I have just crossed the border. I left Germany, I became German. Self-categorization had not been required previous to the border crossing. My identity was identical with its context. By leaving my home country and -culture I entered a new stage of individuation: I experienced myself as different, just as the young child has to learn that it is not one with the world.

Associating or disassociating oneself with the aspects of an identity category as defined by the Other, dealing with rigid concepts of what constitutes this category seems to leave only space for a reactive position. Is it possible however, to apply Foucault's claim here that the "discourse [in which a group is talked about] can be both an instrument and an effect of power, but also a hindrance, a stumbling block, a point of resistance and a starting point for an opposing strategy." [7]; does it make "possible the formation of a 'reverse' discourse: homosexuality [e.g.] began to speak in it's own behalf, to demand that its legitimacy or 'naturality' be acknowledged, often in the same vocabulary, using the same categories by which it was medically disqualified." [8]? It seems to me that within the boundaries of the reverse discourse, the fixity of the dominant discourse can only be answered by a 'reverse' discourse of fixity.

To avoid the fixity that lies in the binary of self and Other, Judith Butler offers the following concept of a non-essential concept of identity: "That any consolidation of identity requires some set of differentiations seems clear. ... That the identity sign I use now has its purpose seems right, but there is no way to predict or control the political uses to which that sign will be put in the future.

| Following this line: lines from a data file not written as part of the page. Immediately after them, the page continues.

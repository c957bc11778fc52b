"""The starter study: a commented study file, an empty log sheet, a zone sheet."""

from __future__ import annotations

from pathlib import Path

from niche.errors import OutputError

STUDY = """\
# A study for niche. Lines that begin with # are comments; remove the # to use a setting.
# Check it at any time with:  niche check .

title = "Untitled study"
site = ""
note = ""                        # printed at the top of the report

[logs]
files = ["logs/*.csv"]           # relative to this file; * stands for any letters of a name
rule = "bouts"                   # one row = one stay of one animal in one zone
# time_zone = "Europe/Berlin"    # for times written without an offset such as +02:00
out_of_sight = ["out of sight"]  # zone labels that mean the animal could not be seen

[logs.columns]                   # what the program needs = the heading in your logs
species = "species"
animal = "animal"
session = "session"              # one continuous watch
zone = "zone"
start = "start"                  # 2026-09-03T08:15:30+02:00
end = "end"                      # or, instead of end:  duration = "duration"

# [logs.problems]                # "stop" (the default) or "set_aside"
# unknown_zone = "set_aside"
# overlap = "set_aside"

[zones]
sheet = "zones.csv"              # one line a zone: zone, row, column, availability
availability_source = "not surveyed yet: all zones entered as equal"

# One table a species. Only the name is required.
# [[species]]
# name = "dunlin"
# scientific_name = "Calidris alpina"
# body_mass = 48                 # g; demand is body mass to the power 0.75 ...
# intake = 5.1                   # ... or, better, measured intake of one animal, any unit common to all species
# k = { low = 700, high = 1100, source = "winter counts" }   # carrying capacity, as a range

[analysis]
resamples = 9999
confidence = 0.95
seed = 1                         # equal seeds give equal results
unit = "animal"                  # what is resampled: "animal", or "session" where animals are not told apart
weighting = "time"               # "time": a second counts once; "animal": each animal counts once

[report]                         # printed in the report as given
permits = ""
competent_person = ""
ethics = ""
"""

LOG_SHEET = "species,animal,session,zone,start,end,behaviour,observer,notes\n"

ZONE_SHEET = """\
zone,row,column,availability
upper sand,upper shore,sand,1
upper mud,upper shore,mud,1
lower sand,lower shore,sand,1
lower mud,lower shore,mud,1
"""

FILES = {"study.toml": STUDY, "zones.csv": ZONE_SHEET, "logs/log.csv": LOG_SHEET}


def write_starter(folder: Path) -> list[Path]:
    """Write a starter study into a new or empty folder.

    Returns
    -------
    list of Path
        The files written.

    Raises
    ------
    OutputError
        The folder holds something already, or cannot be written.
    """
    written = []
    try:
        if folder.exists() and (not folder.is_dir() or any(folder.iterdir())):
            raise OutputError(
                f"{folder} is there already and not empty; name a new folder, so that nothing is overwritten."
            )
        for name, text in FILES.items():
            path = folder / name
            path.parent.mkdir(parents=True, exist_ok=True)
            path.write_text(text, encoding="utf-8", newline="\n")
            written.append(path)
    except OSError as error:
        raise OutputError(f"{folder}: cannot be written ({error.strerror}).") from None
    except ValueError as error:  # a path with a NUL in it
        raise OutputError(f"{str(folder)!r}: cannot be written ({error}).") from None
    return written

And perhaps this is a kind of openness, regardless of its risks, that ought to be safeguarded for political reasons.... How to use a sign and avow its temporal contingency at once? It is in avowing the sign's strategic provisionality (rather than it's strategic essentialism) that identity can become a site of contest and revision indeed, take on a future set of significations that those of us who use it now may not be able to foresee." [9]

Judith Butler describes that in the construction of an identity a certian kind of repetitious 'play' is of importance. "How and where I play at being one [e.g. a lesbian, a woman...] is the way in which that 'being' gets established, instituted, circulated, and confirmed." [10] But "paradoxically, it is precisely the repetition of that play that establishes as well the instability of the very category that it constitutes." [11]

Following the logic of the atopic, it is here where a space for a non-essential, 'unfixed' identity can be opened up: in the acknowledgement that identity is constructed from within binarily structured cultures but rejecting the concept of its normative construction it can begin to resist the confinement fo the other term of the binary. "The 'I' is no longer a substancial essence ...but is nontheless a mobile function." [12]

Under the assumption of the strategic provisionality of 'identity components' it becomes possible to apply Foucault's reverse discourse in a way that lifts it out of a purely reactive state.

I would like to draw attention to the parallel nature of Butler's concept of the non-essential identity and Barthes' concept of the atopic in that they presume the impossibility of arrival and emphasize the strategic importance of the movement.

Movement like that of water, for which there is no lasting shape, no absolute state of matter.